▶ **Exercise prompt**
In the entries below, find the line with "from numpy.typing import NDArray" and the line with "AXES: tuple[Axis, ...]". Return those two lines and all lines between them, exactly.

________________________________________

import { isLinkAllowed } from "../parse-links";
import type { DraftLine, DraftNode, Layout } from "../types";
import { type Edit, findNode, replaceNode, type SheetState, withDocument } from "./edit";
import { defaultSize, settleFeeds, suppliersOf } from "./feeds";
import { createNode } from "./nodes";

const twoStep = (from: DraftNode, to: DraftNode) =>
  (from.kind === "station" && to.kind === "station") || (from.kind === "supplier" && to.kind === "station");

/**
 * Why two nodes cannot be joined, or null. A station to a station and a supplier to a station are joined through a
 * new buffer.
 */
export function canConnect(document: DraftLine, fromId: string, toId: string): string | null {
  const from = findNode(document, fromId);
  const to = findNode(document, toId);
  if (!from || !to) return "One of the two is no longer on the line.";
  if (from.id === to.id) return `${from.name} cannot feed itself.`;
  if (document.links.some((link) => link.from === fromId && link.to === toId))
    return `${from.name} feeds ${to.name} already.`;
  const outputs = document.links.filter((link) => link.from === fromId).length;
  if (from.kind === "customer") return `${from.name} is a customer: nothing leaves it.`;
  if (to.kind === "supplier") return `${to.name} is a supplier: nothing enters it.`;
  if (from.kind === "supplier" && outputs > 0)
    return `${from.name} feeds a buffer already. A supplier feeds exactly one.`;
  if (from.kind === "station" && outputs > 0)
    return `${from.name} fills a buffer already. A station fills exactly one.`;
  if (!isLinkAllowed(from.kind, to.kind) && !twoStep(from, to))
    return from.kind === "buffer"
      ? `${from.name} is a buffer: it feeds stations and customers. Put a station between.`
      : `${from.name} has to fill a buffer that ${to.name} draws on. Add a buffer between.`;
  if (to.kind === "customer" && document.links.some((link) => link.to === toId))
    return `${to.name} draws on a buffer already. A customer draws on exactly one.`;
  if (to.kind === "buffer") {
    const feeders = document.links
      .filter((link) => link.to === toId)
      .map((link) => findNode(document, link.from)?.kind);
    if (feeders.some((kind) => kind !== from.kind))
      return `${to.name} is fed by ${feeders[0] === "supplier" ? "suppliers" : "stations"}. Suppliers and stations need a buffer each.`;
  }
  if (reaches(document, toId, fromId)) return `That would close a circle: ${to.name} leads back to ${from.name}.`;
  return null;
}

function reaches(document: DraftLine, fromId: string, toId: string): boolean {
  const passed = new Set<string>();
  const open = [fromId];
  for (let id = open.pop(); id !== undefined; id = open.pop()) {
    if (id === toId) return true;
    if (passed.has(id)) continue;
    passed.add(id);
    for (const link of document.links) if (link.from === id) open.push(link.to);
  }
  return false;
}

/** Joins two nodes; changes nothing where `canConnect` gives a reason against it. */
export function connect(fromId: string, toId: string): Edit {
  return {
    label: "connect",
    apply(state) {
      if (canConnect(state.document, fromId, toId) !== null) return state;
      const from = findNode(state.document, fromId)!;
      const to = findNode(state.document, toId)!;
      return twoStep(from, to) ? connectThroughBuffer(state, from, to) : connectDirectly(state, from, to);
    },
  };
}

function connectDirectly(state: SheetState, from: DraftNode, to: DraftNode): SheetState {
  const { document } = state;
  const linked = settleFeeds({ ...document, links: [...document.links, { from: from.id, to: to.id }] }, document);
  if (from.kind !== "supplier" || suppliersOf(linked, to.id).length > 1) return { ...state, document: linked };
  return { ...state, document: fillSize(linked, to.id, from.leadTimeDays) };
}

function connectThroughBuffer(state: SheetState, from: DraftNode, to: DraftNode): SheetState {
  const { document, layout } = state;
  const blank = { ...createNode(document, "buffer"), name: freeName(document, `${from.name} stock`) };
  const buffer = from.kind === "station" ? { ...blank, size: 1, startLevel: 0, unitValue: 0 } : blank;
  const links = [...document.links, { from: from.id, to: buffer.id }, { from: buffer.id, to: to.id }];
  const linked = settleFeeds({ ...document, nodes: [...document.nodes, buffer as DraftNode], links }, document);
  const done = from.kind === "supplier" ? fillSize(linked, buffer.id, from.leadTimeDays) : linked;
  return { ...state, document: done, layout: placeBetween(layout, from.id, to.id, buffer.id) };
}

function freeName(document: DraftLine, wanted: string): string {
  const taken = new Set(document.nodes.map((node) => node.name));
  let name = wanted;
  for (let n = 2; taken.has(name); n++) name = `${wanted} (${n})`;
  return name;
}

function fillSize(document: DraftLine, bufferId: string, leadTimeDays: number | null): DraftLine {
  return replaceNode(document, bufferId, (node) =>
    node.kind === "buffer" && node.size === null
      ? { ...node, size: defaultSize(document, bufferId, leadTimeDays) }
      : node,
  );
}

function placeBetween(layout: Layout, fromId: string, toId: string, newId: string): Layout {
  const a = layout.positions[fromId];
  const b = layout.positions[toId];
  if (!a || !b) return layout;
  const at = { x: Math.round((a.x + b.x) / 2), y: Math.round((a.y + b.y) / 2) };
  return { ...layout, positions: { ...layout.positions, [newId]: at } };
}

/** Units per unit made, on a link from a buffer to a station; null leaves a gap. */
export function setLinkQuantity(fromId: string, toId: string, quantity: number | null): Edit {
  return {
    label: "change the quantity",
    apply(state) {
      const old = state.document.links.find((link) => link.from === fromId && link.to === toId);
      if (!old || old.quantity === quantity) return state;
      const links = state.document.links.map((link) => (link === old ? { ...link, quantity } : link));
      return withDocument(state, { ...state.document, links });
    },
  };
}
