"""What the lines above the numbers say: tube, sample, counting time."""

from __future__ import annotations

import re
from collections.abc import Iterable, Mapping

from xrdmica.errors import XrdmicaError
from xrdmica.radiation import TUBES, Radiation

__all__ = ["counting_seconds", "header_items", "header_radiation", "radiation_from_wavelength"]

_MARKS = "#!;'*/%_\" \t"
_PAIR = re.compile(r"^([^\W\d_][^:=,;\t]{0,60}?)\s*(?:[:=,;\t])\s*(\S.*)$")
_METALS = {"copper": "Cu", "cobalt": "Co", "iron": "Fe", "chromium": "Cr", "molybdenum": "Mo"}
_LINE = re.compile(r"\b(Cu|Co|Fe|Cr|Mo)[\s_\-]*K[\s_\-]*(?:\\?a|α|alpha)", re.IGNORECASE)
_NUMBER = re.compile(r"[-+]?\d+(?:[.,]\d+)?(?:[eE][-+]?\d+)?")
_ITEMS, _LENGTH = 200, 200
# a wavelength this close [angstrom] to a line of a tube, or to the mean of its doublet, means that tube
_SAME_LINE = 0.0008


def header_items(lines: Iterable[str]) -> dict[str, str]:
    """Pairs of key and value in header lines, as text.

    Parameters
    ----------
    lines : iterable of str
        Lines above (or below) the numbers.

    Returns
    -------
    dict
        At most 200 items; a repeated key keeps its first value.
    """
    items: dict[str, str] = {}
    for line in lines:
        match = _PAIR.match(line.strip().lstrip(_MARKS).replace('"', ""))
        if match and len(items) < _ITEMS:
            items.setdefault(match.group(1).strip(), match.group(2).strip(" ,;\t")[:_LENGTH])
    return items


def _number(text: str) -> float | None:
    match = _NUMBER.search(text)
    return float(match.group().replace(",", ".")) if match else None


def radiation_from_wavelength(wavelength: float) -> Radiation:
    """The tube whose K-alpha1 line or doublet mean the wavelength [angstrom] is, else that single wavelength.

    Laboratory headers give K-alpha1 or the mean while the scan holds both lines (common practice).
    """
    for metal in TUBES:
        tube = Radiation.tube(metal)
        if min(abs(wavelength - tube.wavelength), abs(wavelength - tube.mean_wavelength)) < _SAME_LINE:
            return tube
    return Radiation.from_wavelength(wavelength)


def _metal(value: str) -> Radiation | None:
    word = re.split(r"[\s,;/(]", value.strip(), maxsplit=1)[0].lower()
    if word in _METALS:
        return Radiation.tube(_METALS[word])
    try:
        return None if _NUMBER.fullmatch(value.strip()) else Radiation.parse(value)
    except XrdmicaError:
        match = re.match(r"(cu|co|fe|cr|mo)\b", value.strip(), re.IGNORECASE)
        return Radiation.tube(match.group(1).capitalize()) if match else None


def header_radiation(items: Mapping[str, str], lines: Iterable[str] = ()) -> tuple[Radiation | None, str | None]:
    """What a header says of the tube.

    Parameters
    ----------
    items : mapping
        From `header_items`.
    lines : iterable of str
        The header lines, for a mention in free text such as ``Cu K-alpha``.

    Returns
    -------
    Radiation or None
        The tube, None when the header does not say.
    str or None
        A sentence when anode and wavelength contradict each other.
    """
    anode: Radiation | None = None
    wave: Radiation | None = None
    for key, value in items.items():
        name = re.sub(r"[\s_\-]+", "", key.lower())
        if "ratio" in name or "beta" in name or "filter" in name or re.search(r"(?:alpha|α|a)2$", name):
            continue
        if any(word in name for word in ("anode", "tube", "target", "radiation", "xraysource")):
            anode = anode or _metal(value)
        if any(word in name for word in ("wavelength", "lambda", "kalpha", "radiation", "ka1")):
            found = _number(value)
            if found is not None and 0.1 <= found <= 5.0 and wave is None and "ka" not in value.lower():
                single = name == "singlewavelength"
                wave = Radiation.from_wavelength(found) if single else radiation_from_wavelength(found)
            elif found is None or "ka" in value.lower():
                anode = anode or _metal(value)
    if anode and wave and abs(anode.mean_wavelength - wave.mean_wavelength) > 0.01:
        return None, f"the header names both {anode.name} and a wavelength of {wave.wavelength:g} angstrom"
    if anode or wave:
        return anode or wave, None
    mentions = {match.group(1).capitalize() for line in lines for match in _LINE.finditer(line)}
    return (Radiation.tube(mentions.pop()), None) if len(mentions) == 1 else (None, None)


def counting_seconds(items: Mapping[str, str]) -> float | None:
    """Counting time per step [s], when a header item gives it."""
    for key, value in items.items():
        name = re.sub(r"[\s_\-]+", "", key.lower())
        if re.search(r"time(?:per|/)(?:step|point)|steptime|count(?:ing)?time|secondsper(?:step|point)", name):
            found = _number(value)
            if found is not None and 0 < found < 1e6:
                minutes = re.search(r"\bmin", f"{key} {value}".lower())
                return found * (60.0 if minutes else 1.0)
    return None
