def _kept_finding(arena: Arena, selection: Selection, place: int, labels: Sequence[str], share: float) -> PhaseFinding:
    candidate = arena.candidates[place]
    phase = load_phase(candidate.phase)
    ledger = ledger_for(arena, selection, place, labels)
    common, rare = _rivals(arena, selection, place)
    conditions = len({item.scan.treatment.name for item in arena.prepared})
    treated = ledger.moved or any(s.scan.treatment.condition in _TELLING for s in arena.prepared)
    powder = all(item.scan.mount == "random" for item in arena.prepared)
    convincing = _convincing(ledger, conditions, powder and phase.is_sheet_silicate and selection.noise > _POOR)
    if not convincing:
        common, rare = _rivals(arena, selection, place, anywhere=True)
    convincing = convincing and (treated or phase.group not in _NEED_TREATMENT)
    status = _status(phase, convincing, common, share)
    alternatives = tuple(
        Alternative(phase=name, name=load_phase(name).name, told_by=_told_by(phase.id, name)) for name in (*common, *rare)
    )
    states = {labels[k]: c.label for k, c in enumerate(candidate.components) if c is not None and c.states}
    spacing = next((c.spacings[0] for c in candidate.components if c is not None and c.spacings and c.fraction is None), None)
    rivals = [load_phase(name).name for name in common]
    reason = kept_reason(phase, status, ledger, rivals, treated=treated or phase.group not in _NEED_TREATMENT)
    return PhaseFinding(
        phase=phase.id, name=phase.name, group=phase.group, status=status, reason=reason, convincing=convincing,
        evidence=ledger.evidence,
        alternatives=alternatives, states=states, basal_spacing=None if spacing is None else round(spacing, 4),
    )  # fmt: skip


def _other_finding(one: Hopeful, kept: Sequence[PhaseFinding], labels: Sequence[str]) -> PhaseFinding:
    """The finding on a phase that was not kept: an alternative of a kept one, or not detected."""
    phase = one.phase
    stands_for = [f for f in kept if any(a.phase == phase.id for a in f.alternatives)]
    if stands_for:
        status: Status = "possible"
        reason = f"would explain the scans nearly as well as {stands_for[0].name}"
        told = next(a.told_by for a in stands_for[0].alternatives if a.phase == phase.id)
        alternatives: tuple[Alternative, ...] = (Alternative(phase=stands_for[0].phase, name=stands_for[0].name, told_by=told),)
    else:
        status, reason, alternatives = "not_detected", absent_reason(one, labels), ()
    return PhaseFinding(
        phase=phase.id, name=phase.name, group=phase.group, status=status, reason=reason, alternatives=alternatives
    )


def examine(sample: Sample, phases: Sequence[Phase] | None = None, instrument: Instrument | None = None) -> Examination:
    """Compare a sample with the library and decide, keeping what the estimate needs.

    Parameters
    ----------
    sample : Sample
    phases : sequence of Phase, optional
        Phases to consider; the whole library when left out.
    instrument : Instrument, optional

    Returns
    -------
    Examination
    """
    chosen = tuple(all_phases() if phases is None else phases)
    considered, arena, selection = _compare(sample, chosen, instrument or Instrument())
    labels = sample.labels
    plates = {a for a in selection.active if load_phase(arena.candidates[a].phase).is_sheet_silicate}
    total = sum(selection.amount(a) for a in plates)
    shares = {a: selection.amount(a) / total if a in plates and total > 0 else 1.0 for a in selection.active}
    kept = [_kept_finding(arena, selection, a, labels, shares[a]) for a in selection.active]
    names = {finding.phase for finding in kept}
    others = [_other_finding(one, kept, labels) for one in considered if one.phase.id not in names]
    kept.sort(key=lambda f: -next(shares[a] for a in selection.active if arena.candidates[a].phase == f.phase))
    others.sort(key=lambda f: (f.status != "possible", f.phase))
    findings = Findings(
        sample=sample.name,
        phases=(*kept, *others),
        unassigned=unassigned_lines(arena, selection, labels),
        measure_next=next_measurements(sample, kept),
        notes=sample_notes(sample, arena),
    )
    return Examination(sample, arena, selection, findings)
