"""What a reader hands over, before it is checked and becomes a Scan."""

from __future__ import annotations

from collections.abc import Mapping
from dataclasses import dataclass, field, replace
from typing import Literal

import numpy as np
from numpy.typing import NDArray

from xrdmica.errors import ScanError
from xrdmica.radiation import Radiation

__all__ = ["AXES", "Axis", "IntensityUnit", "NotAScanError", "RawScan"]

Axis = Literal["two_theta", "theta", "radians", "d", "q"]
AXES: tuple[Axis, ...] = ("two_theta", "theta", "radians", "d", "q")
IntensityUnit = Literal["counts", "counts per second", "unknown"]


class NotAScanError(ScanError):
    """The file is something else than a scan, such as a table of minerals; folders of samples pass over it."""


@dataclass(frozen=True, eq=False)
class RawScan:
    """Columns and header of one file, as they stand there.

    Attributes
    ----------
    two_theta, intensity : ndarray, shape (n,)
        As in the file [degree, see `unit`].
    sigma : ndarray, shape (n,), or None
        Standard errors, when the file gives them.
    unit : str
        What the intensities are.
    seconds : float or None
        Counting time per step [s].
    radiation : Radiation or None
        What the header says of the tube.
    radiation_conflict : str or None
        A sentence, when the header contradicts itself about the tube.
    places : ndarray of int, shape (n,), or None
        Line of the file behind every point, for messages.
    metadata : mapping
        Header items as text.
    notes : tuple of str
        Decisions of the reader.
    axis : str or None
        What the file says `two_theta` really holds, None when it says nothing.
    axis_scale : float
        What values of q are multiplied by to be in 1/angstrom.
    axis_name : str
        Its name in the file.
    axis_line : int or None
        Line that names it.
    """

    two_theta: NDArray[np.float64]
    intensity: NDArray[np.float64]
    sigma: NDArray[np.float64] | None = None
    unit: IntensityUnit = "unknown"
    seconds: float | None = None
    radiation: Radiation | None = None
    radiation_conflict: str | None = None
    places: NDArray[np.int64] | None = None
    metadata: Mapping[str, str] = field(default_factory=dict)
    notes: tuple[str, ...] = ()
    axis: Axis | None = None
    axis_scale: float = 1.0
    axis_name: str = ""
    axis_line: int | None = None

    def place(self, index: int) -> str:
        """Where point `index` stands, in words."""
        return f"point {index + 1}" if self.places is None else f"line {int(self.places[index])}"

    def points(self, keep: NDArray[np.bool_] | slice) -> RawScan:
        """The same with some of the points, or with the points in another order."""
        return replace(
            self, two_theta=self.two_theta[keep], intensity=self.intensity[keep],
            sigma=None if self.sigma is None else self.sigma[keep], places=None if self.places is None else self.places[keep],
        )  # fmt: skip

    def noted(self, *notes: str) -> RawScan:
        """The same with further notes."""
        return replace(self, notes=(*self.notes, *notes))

________________________________________

▶ **Your solution**
from numpy.typing import NDArray

from xrdmica.errors import ScanError
from xrdmica.radiation import Radiation

__all__ = ["AXES", "Axis", "IntensityUnit", "NotAScanError", "RawScan"]

Axis = Literal["two_theta", "theta", "radians", "d", "q"]
AXES: tuple[Axis, ...] = ("two_theta", "theta", "radians", "d", "q")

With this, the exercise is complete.